Bislang setzt die von Ministerpräsident Matthias Platzeck (SPD) geführte rot-rote Landesregierung in Brandenburg auf Braunkohle als heimischem Energieträger. Sie soll als Brückentechnologie den Weg ins Zeitalter der Komplettversorgung mit Strom aus erneuerbaren Energien eben. Bis 2020 soll der Anteil am Primärenergieverbrauch von 14 auf 20 Prozent steigen.

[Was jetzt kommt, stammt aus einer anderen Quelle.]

/// Runs the replicates of block `b` sequentially: the replicate loop of every source. Each
/// replicate draws its data once (for the largest training size); every (training size, model)
/// cell fits a nested prefix of it, `fit_seeds` times.
pub fn run_block(plan: &Plan, prep: &Prepared, b: u64) -> Result<BlockResult, Error> {
    let (start, end) = plan.block_range(b);
    let points = prep.points();
    let k = plan.task.classes();
    let needs_probs = plan.loss.needs_probs();
    let mut accs: Vec<Acc> = (0..plan.cells())
        .map(|c| Acc::new(plan.loss, plan.shape(c % plan.models.len(), points)))
        .collect();
    let mut audit_acc = plan
        .audit
        .as_ref()
        .map(|_| AuditAcc::new(plan.models.iter().map(|m| m.grid.len()).sum()));
    let mut held_share = matches!(plan.source, Source::Table(_)).then_some((0.0, 0.0));
    // Prediction buffers reused by every replicate and model of the block (cleared to zeros
    // before each fit, as fresh arrays would be): allocating them per replicate made the
    // allocator hand the pages back and fault them in again every time.
    let (mut vbuf, mut pbuf, mut dbuf): (Vec<f64>, Vec<f64>, Vec<f64>) =
        (Vec::new(), Vec::new(), Vec::new());
    for r in start..end {
        let d = draw(plan, prep, r)?;
        if let (Some(a), Some(counts)) = (&plan.audit, audit_acc.as_mut()) {
            let c = audit::choose(plan, a, d.x.view(), d.y.view(), r)?;
            counts.counts[c] += 1;
        }
        for (si, &n) in plan.sizes.iter().enumerate() {
            let sd = d.size(n, prep);
            // A refused prediction names its point as the messages about the table do: by the
            // row's line in the CSV file.
            let point = |e: usize| match &prep.table {
                Some(t) => {
                    let row = sd.held.as_deref().map_or(e, |h| h[e]);
                    format!("the row on line {} of the table", t.work.lines[row])
                }
                None => format!("evaluation point {e}"),
            };
            if si + 1 == plan.sizes.len() {
                if let (Some((s, s2)), Some(h)) = (held_share.as_mut(), &sd.held) {
                    let share = h.len() as f64 / points as f64;
                    *s += share;
                    *s2 += share * share;
                }
            }
            let m = sd.eval.nrows();
            for (i, model) in plan.models.iter().enumerate() {
                let g = model.grid.len();
                let fits = model.fit_seeds;
                let caps = model.family.caps(plan.task);
                let pk = if needs_probs { k } else { 0 };
                let dm = if caps.ensemble { m } else { 0 };
                let zeroed = |buf: &mut Vec<f64>, len: usize| {
                    buf.clear();
                    buf.resize(len, 0.0);
                };
                zeroed(&mut vbuf, fits * g * m);
                zeroed(&mut pbuf, fits * g * m * pk);
                zeroed(&mut dbuf, fits * g * dm);
                let mut values = ArrayViewMut3::from_shape((fits, g, m), &mut vbuf[..])
                    .expect("buffer sized to the shape");
                let mut probs = ArrayViewMut4::from_shape((fits, g, m, pk), &mut pbuf[..])
                    .expect("buffer sized to the shape");
                let mut diversity = ArrayViewMut3::from_shape((fits, g, dm), &mut dbuf[..])
                    .expect("buffer sized to the shape");
                if m > 0 {
                    for s in 0..fits {
                        let input = FitInput {
                            x: sd.x,
                            y: sd.y,
                            eval: sd.eval.view(),
                            task: plan.task,
                            seed: FitSeed {
                                seed: plan.seed,
                                replicate: r,
                                fold: 0,
                                copy: s as u32,
                            },
                        };
                        let fit_err = |message: String| Error::Fit {
                            file: plan.file.to_string(),
                            replicate: r,
                            family: model.family.name().to_string(),
                            message,
                        };
                        let out = Out {
                            values: values.index_axis_mut(Axis(0), s),
                            probs: needs_probs.then(|| probs.index_axis_mut(Axis(0), s)),
                            diversity: caps.ensemble.then(|| diversity.index_axis_mut(Axis(0), s)),
                        };
                        model
                            .family
                            .fit_predict(&input, &model.grid, out)
                            .map_err(|e| fit_err(e.0))?;
                        check_predictions(
                            plan,
                            model,
                            values.index_axis(Axis(0), s),
                            needs_probs.then(|| probs.index_axis(Axis(0), s)),
                            &point,
                        )
                        .map_err(|m| {
                            // Sweep 68: a class index out of range from an external process
                            // named neither the process nor its command line.
                            fit_err(match model.family.answered_by() {
                                Some(who) => format!("{who} answered: {m}"),
                                None => m,
                            })
                        })?;
                    }
                }
                let batch = Batch {
                    held: sd.held.as_deref(),
                    values: values.view(),
                    probs: needs_probs.then(|| probs.view()),
                    diversity: caps.ensemble.then(|| diversity.view()),
                    response: sd.response.as_slice().expect("owned contiguous array"),
                };
                accs[plan.cell(si, i)].push(plan.loss, &batch);
            }
        }
    }
    Ok(BlockResult {
        accs,
        audit: audit_acc,
        held_share,
    })
}
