/// Alternative measured for `docs/twin-calibration.md` §2 (not adopted as the value): the sharp
/// pilot's correction as the subtracted bias, for pilot trees of several leaf sizes, with the
/// pilot's noise roughness removed in the twin's world ("noise-term") or its whole bias in the
/// twin's world removed ("twin-bias"), and the pilot's roughness on the true f.
#[test]
#[ignore = "alternatives study, about a minute; results in docs/twin-calibration.md"]
fn noise_tree_pilot() {
    use lossprism::family::tree::TreeFamily;
    use lossprism::family::Task;
    let tables = env_usize("LOSSPRISM_NOISE_TABLES", 30);
    let nb = env_usize("LOSSPRISM_NOISE_REFITS", 10);
    let procs = [SMOOTH1, KINK1, SMOOTH2, STEP2, SWELL3, LEDGE3, HINGE3];
    let only = std::env::var("LOSSPRISM_NOISE_PROCS").unwrap_or_default();
    let leaves = [2usize, 5, 10, 20, 40];
    let n = 300;
    for (pi, proc) in procs.iter().enumerate() {
        if !only.is_empty() && !only.split(',').any(|p| p == proc.name) {
            continue;
        }
        let seed = 7000 + 10_000 * pi as u64;
        let mut rows: Vec<Vec<f64>> = Vec::new();
        for t in 0..tables {
            let (x, _, yv, fit) = noise_study_table(*proc, n, seed, t);
            let c = fit.noise.expect("noise");
            let d = noise::Design::new(c.method, x.view()).unwrap();
            let est = |v: &[f64]| d.value(Array1::from(v.to_vec()).view());
            // est of the tree fitted on v, for each leaf size (grown without a depth limit).
            let tree_est = |v: &[f64]| -> Vec<f64> {
                leaves
                    .iter()
                    .map(|&leaf| {
                        let dp = 64;
                        let tr = TreeFamily {
                            min_samples_leaf: leaf,
                            ..Default::default()
                        }
                        .grow(
                            x.view(),
                            Array1::from(v.to_vec()).view(),
                            Task::Regress,
                            64,
                            &mut ChaCha8Rng::seed_from_u64(3),
                        )
                        .unwrap();
                        let p: Vec<f64> = x
                            .rows()
                            .into_iter()
                            .map(|r| tr.predict_at_depth(r, dp))
                            .collect();
                        est(&p)
                    })
                    .collect()
            };
            let fh = &fit.f_rows;
            let r1 = est(fh);
            let t1 = tree_est(&yv);
            let t0 = tree_est(fh);
            let sigma = c.value.max(0.0).sqrt();
            let mut t2 = vec![0.0; leaves.len()];
            for b in 0..nb {
                let ys = dgp_twin::bootstrap_responses(fh, sigma, 99, b as u64);
                for (a, v) in t2.iter_mut().zip(tree_est(ys.as_slice().unwrap())) {
                    *a += v / nb as f64;
                }
            }
            let f = truth_at(*proc, &x);
            let tf = tree_est(&f);
            let mut row = vec![c.value, c.raw - est(&f), c.sampling_se];
            for i in 0..leaves.len() {
                // noise term removed: raw − (T1 − (T2 − T0)); twin-world bias: raw − (T1 − (T2 − R1)).
                row.push(c.raw - (t1[i] - (t2[i] - t0[i])));
                row.push(c.raw - (t1[i] - (t2[i] - r1)));
                row.push(tf[i]);
            }
            rows.push(row);
        }
        println!("{} ({}):", proc.name, tables);
        let mut names = vec!["A cur".to_string(), "oracle".into(), "se".into()];
        for leaf in leaves {
            names.push(format!("noise-term leaf {leaf}"));
            names.push(format!("twin-bias leaf {leaf}"));
            names.push(format!("est tree(f) leaf {leaf}"));
        }
        for (j, nm) in names.iter().enumerate() {
            let v: Vec<f64> = rows.iter().map(|r| r[j]).collect();
            let cover = if j != 2 && (j < 3 || (j - 3) % 3 != 2) {
                let c = rows
                    .iter()
                    .filter(|r| (r[j] - 1.0).abs() <= 2.0 * r[2])
                    .count();
                format!(" cover {c}/{tables}")
            } else {
                String::new()
            };
            println!(
                "  {nm:>18}: mean {:.4} ± {:.4} sd {:.4}{cover}",
                mean(&v),
                sd(&v) / (v.len() as f64).sqrt(),
                sd(&v)
            );
        }
    }
}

In der Landesregierung herrscht nun helle Aufregung. Seit Monaten arbeiten Experten an der Neufassung der Energiestrategie des Landes. Das Papier soll erst Ende März 2011 vorliegen. Sollte Vattenfall tatsächlich ernst machen, müsste die Strategie komplett neu ausgerichtet werden.
Bislang hieß es in der 2006 vom Landtag beschlossenen Fassung, „Brandenburg bekennt sich zu einer effizienten und CO2-armen Verstromung von Braunkohle. Das ist die Zukunft der Braunkohle in unserem Land.“ Als einziger wettbewerbsfähiger heimischer Energieträger trage die Kohle zur Versorgungssicherheit und zur wirtschaftlichen Grundlaststromerzeugung weit über Brandenburg hinaus bei. Voraussetzung für die langfristige Nutzung seien aber CO2-armer Kraftwerke sowie die sichere Speicherung des Klimagases mittels CCS-Technologie.
Der Energieriese will in Jänschwalde für 1,5 Milliarden Euro ein Demonstrationskraftwerk aufbauen. Dort soll das bei der Braunkohleverstromung anfallende klimaschädliche Kohlendioxid (CO2) abgeschieden, verflüssigt und über Pipelines nach Ostbrandenburg geschafft und dort unterirdisch in Endlager verklappt werden.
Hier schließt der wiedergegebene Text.